Similarly, the Forester trades strongly on reputation and track record, though both have been hard-earned by what’s ostensibly the segment originator in Australia. The recent addition of the diesel-automatic combination has improved the breed and, unlike Toyota, Subaru has been cutting prices and sharpening value to maintain relevancy in what’s in ageing product. It’s a great product, if one that’s beginning to struggle to keep up with the times. It is, though, perhaps the pick of the bunch for those keen on, ahem, a dirty weekend adventure. Had this been an off-road test…

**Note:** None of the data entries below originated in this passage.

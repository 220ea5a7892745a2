// Job progress over the live bus (issue 13 item 1, "a real progress bar through the event bus"): every change of a
// job — claimed, each phase and percent, done, failed, queued again — is a live event { kind: "job", id } written
// in the same transaction (db/queries/jobs.ts) and published after commit to the project's open sockets only; what
// the browser reads back on each event is the job as it was then, so the bar follows the phases without polling.
import { afterAll, describe, expect, it } from "vitest";
import { POST as createRevision } from "@/app/api/projects/[projectId]/models/route";
import { GET as getJob } from "@/app/api/projects/[projectId]/jobs/[jobId]/route";
import { POST as retryJob } from "@/app/api/projects/[projectId]/jobs/[jobId]/retry/route";
import type { Invalidation } from "@/lib/realtime/live-events";
import { runAnalysisJob } from "@/server/jobs/analysis";
import { createProjectFixture, type ProjectFixture } from "../support/fixtures";
import { connectClient, realtimeClient, until, type ClientSocket } from "../support/realtime";
import { realtimeProjectSuite } from "../support/realtime-suite";
import { buildRequest, routeContext } from "../support/session";

const rt = realtimeProjectSuite("job-live-events");
const extra: ClientSocket[] = [];
afterAll(() => extra.forEach((socket) => socket.disconnect()));

async function saveRoof(project: ProjectFixture) {
  const roof = { kind: "generate", params: { name: "Live grid", spanX: 6, spanY: 6, module: 3, depth: 1.5 } };
  const response = await createRevision(await buildRequest(`/api/projects/${project.projectId}/models`, { method: "POST", body: roof, user: project.users.structural_engineer }), routeContext({ projectId: project.projectId }));
  expect(response.status).toBe(202);
  return ((await response.json()) as { job: { id: string } }).job;
}

/** The job as the viewer's browser reads it back when an event arrives. */
const readJob = async (jobId: string) =>
  ((await (await getJob(await buildRequest(`/api/projects/${rt.project.projectId}/jobs/${jobId}`, { user: rt.project.users.viewer }), routeContext({ projectId: rt.project.projectId, jobId }))).json()) as { job: { state: string; phase: string; percent: number } }).job;

/** Records, for each "job" event of `jobId`, the job as read back when the event arrived. */
function follow(socket: ClientSocket, jobId: string) {
  const seen: { state: string; phase: string }[] = [];
  socket.on("live:invalidate", (event: Invalidation) => {
    if (event.kind === "job" && event.id === jobId) void readJob(jobId).then(({ state, phase }) => seen.push({ state, phase }));
  });
  return seen;
}

describe("job progress on the live bus", () => {
  it("reaches the project's sockets at every phase until done, and no other project's", async () => {
    const watcher = await rt.signedIn("viewer");
    const other = await createProjectFixture("job-live-other");
    const elsewhere = await realtimeClient(rt.server.url, other.projectId, other.users.viewer);
    extra.push(elsewhere);
    await connectClient(elsewhere);
    const heardElsewhere: unknown[] = [];
    elsewhere.on("live:invalidate", (event) => heardElsewhere.push(event));

    const job = await saveRoof(rt.project);
    const seen = follow(watcher, job.id);
    // Each phase waits until the events so far have been read back before the next is written, so the read-back of
    // a phase's event sees that phase (the claim's may already see the next one: the job moves on at once).
    const eventsBefore = { analysis: 2, review: 3, storing: 4 };
    const onPhase = (phase: keyof typeof eventsBefore) => until(() => seen.length >= eventsBefore[phase], `${eventsBefore[phase]} job events`);
    expect(await runAnalysisJob(job.id, { onPhase })).toBe("done");
    await until(() => seen.length >= 5, "the job's five events (claimed, analysis, review, storing, done)");
    expect(seen.slice(0, 3)).toEqual([
      { state: "running", phase: expect.any(String) },
      { state: "running", phase: "analysis" },
      { state: "running", phase: "review" },
    ]);
    expect(seen.at(-1)).toEqual({ state: "done", phase: "done" });
    expect(heardElsewhere).toEqual([]);
  });

  it("tells the sockets when a job fails and when it is queued again", async () => {
    const watcher = await rt.signedIn("architect");
    const job = await saveRoof(rt.project);
    const seen = follow(watcher, job.id);
    const failing = new URL("../support/analysis-workers/throws-in-review.mjs", import.meta.url);
    expect(await runAnalysisJob(job.id, { worker: failing })).toBe("failed");
    await until(() => seen.length >= 4 && seen.at(-1)?.state === "failed", "the failed job's four events (claimed, analysis, review, failed)");
    const before = seen.length;
    const retried = await retryJob(await buildRequest(`/api/projects/${rt.project.projectId}/jobs/${job.id}/retry`, { method: "POST", user: rt.project.users.structural_engineer }), routeContext({ projectId: rt.project.projectId, jobId: job.id }));
    expect(retried.status).toBe(202);
    await until(() => seen.length > before, "the retried job's event");
    expect(seen.at(-1)).toEqual({ state: "queued", phase: "queued" });
  });
});
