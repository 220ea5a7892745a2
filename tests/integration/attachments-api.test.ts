// Comment attachments end to end through @aws-sdk/client-s3 against the S3 fake: presigned upload, confirmation by
// content, listing, presigned download, refusals (wrong type whatever the name, over-size) and the sweep of
// uploads nobody confirmed. Needs DATABASE_URL and the backing fakes (scripts/test.mjs starts both).
import { randomUUID } from "node:crypto";
import { eq } from "drizzle-orm";
import { afterAll, beforeAll, describe, expect, it } from "vitest";
import { GET as listAttachments, POST as requestUpload } from "@/app/api/projects/[projectId]/attachments/route";
import { POST as confirm } from "@/app/api/projects/[projectId]/attachments/[attachmentId]/confirm/route";
import { GET as download } from "@/app/api/projects/[projectId]/attachments/[attachmentId]/route";
import { attachments, comments, pins } from "@/db/schema";
import { sweepStaleUploads, storeFile } from "@/lib/commands/stored-files";
import { FILE_RULES } from "@/lib/storage/content-check";
import { getObject, objectSize } from "@/lib/storage/s3";
import { closeDb, getDb, requireIntegrationEnv } from "../support/db";
import { createProjectFixture, type FixtureUser, type ProjectFixture } from "../support/fixtures";
import { buildRequest, routeContext } from "../support/session";

// A 1x1 PNG (common-practice test image; PNG signature per the W3C PNG specification §5.2).
const PNG = Buffer.from("iVBORw0KGgoAAAANSUhEUgAAAAEAAAABCAYAAAAfFcSJAAAADUlEQVR42mP8z8BQDwAEhQGAhKmMIQAAAABJRU5ErkJggg==", "base64");
// "%PDF-" header per ISO 32000; "MZ" DOS header of Windows executables.
const PDF = Buffer.from("%PDF-1.7\n1 0 obj\n<< /Type /Catalog >>\nendobj\ntrailer\n<< /Root 1 0 R >>\n%%EOF\n", "latin1");
const EXE = Buffer.concat([Buffer.from("MZ"), Buffer.alloc(58), Buffer.from([0x80, 0, 0, 0]), Buffer.alloc(64), Buffer.from("PE\0\0"), Buffer.alloc(200)]);

let fx: ProjectFixture;
let commentId: string;
const base = () => `/api/projects/${fx.projectId}/attachments`;
const ctx = () => routeContext({ projectId: fx.projectId });
const itemCtx = (attachmentId: string) => routeContext({ projectId: fx.projectId, attachmentId });

async function ask(user: FixtureUser | undefined, body: Record<string, unknown>) {
  return requestUpload(await buildRequest(base(), { method: "POST", user, body }), ctx());
}

/** Request, PUT through the presigned URL (as a browser would), then confirm; returns the confirm response. */
async function upload(filename: string, bytes: Buffer, contentType: string, declaredSize = bytes.length) {
  const started = await ask(fx.users.architect, { purpose: "comment", commentId, filename, contentType, sizeBytes: declaredSize });
  expect(started.status).toBe(201);
  const { attachmentId, uploadUrl, headers } = await started.json();
  const put = await fetch(uploadUrl, { method: "PUT", headers, body: new Uint8Array(bytes) });
  expect(put.status).toBe(200);
  const confirmed = await confirm(await buildRequest(`${base()}/${attachmentId}/confirm`, { method: "POST", user: fx.users.architect }), itemCtx(attachmentId));
  return { attachmentId, confirmed };
}

async function row(attachmentId: string) {
  const [found] = await getDb().select().from(attachments).where(eq(attachments.id, attachmentId));
  return found;
}

beforeAll(async () => {
  requireIntegrationEnv();
  fx = await createProjectFixture("attachments-api");
  const pinId = randomUUID();
  commentId = randomUUID();
  await getDb().insert(pins).values({ id: pinId, projectId: fx.projectId, anchorKind: "member", anchorId: "B-12", title: "Duct through bottom chord?", discipline: "mep", authorId: fx.users.architect.id });
  await getDb().insert(comments).values({ id: commentId, pinId, authorId: fx.users.architect.id, body: "Photo of the site mock-up attached." });
});
afterAll(closeDb);

describe("comment attachments", () => {
  it("round-trips a PNG: presigned upload, confirm by content, list, presigned download of the same bytes", async () => {
    const { attachmentId, confirmed } = await upload("site-photo.png", PNG, "image/png");
    expect(confirmed.status).toBe(200);
    expect((await confirmed.json()).attachment).toMatchObject({ id: attachmentId, filename: "site-photo.png", contentType: "image/png", sizeBytes: PNG.length, commentId });

    const listed = await listAttachments(await buildRequest(`${base()}?commentId=${commentId}`, { user: fx.users.viewer }), ctx());
    expect(listed.status).toBe(200);
    expect((await listed.json()).attachments.map((a: { id: string }) => a.id)).toContain(attachmentId);

    const redirect = await download(await buildRequest(`${base()}/${attachmentId}`, { user: fx.users.viewer }), itemCtx(attachmentId));
    expect(redirect.status).toBe(302);
    const fetched = await fetch(redirect.headers.get("location")!);
    expect(fetched.status).toBe(200);
    expect(Buffer.from(await fetched.arrayBuffer()).equals(PNG)).toBe(true);
    expect(Buffer.from((await getObject((await row(attachmentId)).objectKey))!).equals(PNG)).toBe(true);
  });

  it("records PDF bytes named .png as a PDF: the type comes from the bytes, never the name", async () => {
    const { confirmed } = await upload("drawing.png", PDF, "image/png");
    expect(confirmed.status).toBe(200);
    expect((await confirmed.json()).attachment.contentType).toBe("application/pdf");
  });

  it("refuses an executable named .png, deletes the object and leaves no record", async () => {
    const { attachmentId, confirmed } = await upload("holiday.png", EXE, "image/png");
    expect(confirmed.status).toBe(400);
    const body = await confirmed.json();
    expect(body.error).toMatch(/EXE/);
    expect(body.issues).toEqual([{ path: "file", message: body.error }]);
    expect(await row(attachmentId)).toBeUndefined();
    expect(await objectSize(`projects/${fx.projectId}/comment/${attachmentId}`)).toBeNull();
  });

  it("refuses an over-size file when declared, and when the stored bytes exceed the limit", async () => {
    const limit = FILE_RULES.comment.maxBytes;
    const declared = await ask(fx.users.architect, { purpose: "comment", commentId, filename: "big.png", contentType: "image/png", sizeBytes: limit + 1 });
    expect(declared.status).toBe(413);
    expect((await declared.json()).error).toContain("the limit is 10 MB");

    const big = Buffer.concat([PNG, Buffer.alloc(limit + 1 - PNG.length)]);
    const { attachmentId, confirmed } = await upload("big.png", big, "image/png", 1000);
    expect(confirmed.status).toBe(413);
    expect(await row(attachmentId)).toBeUndefined();
    expect(await objectSize(`projects/${fx.projectId}/comment/${attachmentId}`)).toBeNull();
  });

  it("answers 401 signed out, 404 to outsiders, 403 to viewers and to members who did not write the comment, 400 on bad input", async () => {
    const body = { purpose: "comment", commentId, filename: "x.png", contentType: "image/png", sizeBytes: 10 };
    expect((await ask(undefined, body)).status).toBe(401);
    expect((await ask(fx.users.outsider, body)).status).toBe(404);
    expect((await ask(fx.users.viewer, body)).status).toBe(403);
    expect((await ask(fx.users.mep_engineer, body)).status).toBe(403);
    expect((await ask(fx.users.architect, { ...body, commentId: randomUUID() })).status).toBe(404);
    const bad = await ask(fx.users.architect, { purpose: "comment", filename: "a/b.png", contentType: "image/png", sizeBytes: 0 });
    expect(bad.status).toBe(400);
    expect((await bad.json()).issues.map((i: { path: string }) => i.path).sort()).toEqual(["commentId", "filename", "sizeBytes"]);
    expect((await listAttachments(await buildRequest(`${base()}?commentId=${commentId}`, { user: fx.users.outsider }), ctx())).status).toBe(404);
  });

  it("lets only the uploader confirm, and serves nothing before the bytes are confirmed", async () => {
    const started = await ask(fx.users.architect, { purpose: "comment", commentId, filename: "plan.png", contentType: "image/png", sizeBytes: PNG.length });
    const { attachmentId, uploadUrl } = await started.json();
    await fetch(uploadUrl, { method: "PUT", body: new Uint8Array(PNG) });
    const confirmAs = async (user: FixtureUser) => confirm(await buildRequest(`${base()}/${attachmentId}/confirm`, { method: "POST", user }), itemCtx(attachmentId));
    expect((await download(await buildRequest(`${base()}/${attachmentId}`, { user: fx.users.architect }), itemCtx(attachmentId))).status).toBe(404);
    expect((await confirmAs(fx.users.owner)).status).toBe(404);
    expect((await confirmAs(fx.users.outsider)).status).toBe(404);
    expect((await confirmAs(fx.users.architect)).status).toBe(200);
    expect((await confirmAs(fx.users.architect)).status).toBe(200);
    expect((await download(await buildRequest(`${base()}/${attachmentId}`, { user: fx.users.outsider }), itemCtx(attachmentId))).status).toBe(404);
  });

  it("answers a confirmation before any upload with a 400 and keeps the upload open", async () => {
    const started = await ask(fx.users.architect, { purpose: "comment", commentId, filename: "later.png", contentType: "image/png", sizeBytes: PNG.length });
    const { attachmentId } = await started.json();
    const early = await confirm(await buildRequest(`${base()}/${attachmentId}/confirm`, { method: "POST", user: fx.users.architect }), itemCtx(attachmentId));
    expect(early.status).toBe(400);
    expect((await early.json()).error).toBe("Nothing has been uploaded for this file yet.");
    expect((await row(attachmentId)).state).toBe("pending");
  });

  it("sweeps uploads that were never confirmed, with any bytes they left", async () => {
    const started = await ask(fx.users.architect, { purpose: "comment", commentId, filename: "abandoned.png", contentType: "image/png", sizeBytes: PNG.length });
    const { attachmentId, uploadUrl } = await started.json();
    await fetch(uploadUrl, { method: "PUT", body: new Uint8Array(PNG) });
    const later = new Date(Date.now() + 2 * 60 * 60_000);
    expect(await sweepStaleUploads({ now: later })).toBeGreaterThanOrEqual(1);
    expect(await row(attachmentId)).toBeUndefined();
    expect(await objectSize(`projects/${fx.projectId}/comment/${attachmentId}`)).toBeNull();
  });

  it("stores a server-received model file only after its bytes pass, and refuses broken JSON without storing", async () => {
    const model = Buffer.from(JSON.stringify({ format: "truss-model/1", name: "Northfield hall", nodes: [] }));
    const stored = await storeFile({ projectId: fx.projectId, userId: fx.users.structural_engineer.id, purpose: "model", filename: "hall.json", bytes: model, links: {} });
    expect(stored).toMatchObject({ state: "ready", contentType: "application/json", sizeBytes: model.length });
    expect(Buffer.from((await getObject(stored.objectKey))!).equals(model)).toBe(true);
    await expect(
      storeFile({ projectId: fx.projectId, userId: fx.users.structural_engineer.id, purpose: "model", filename: "hall.json", bytes: Buffer.from('{"format":'), links: {} }),
    ).rejects.toMatchObject({ status: 400 });
  });
});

Driving enjoyment, feel-good factor, class-leading interior quality and connectivity, genuine sportiness, around town friendliness; the CX-5 has not only proven to offer the oh-so-sweet blend to lure urbanite buyers but has the right stuff that’s proven close to unbeatable in CarAdvice’s medium SUV tests past. And it asks a pretty penny for it (that clearly many buyers are willing to part with).

However, the Tucson lobs burgeoning with features and a sharper price point. It’s more spacious in accommodation, has a larger cargo capacity, is quieter, more refined and more comfortable for both short- and long-haul trips.

Either the CX-5 or Tucson would be the ideal choice depending on the individual buyer’s wants and needs. But on balance of this particular test, the Hyundai surpasses the CX-5 by ticking more essential medium-SUV boxes more confidently, while offering fewer compromises in the business of hauling families.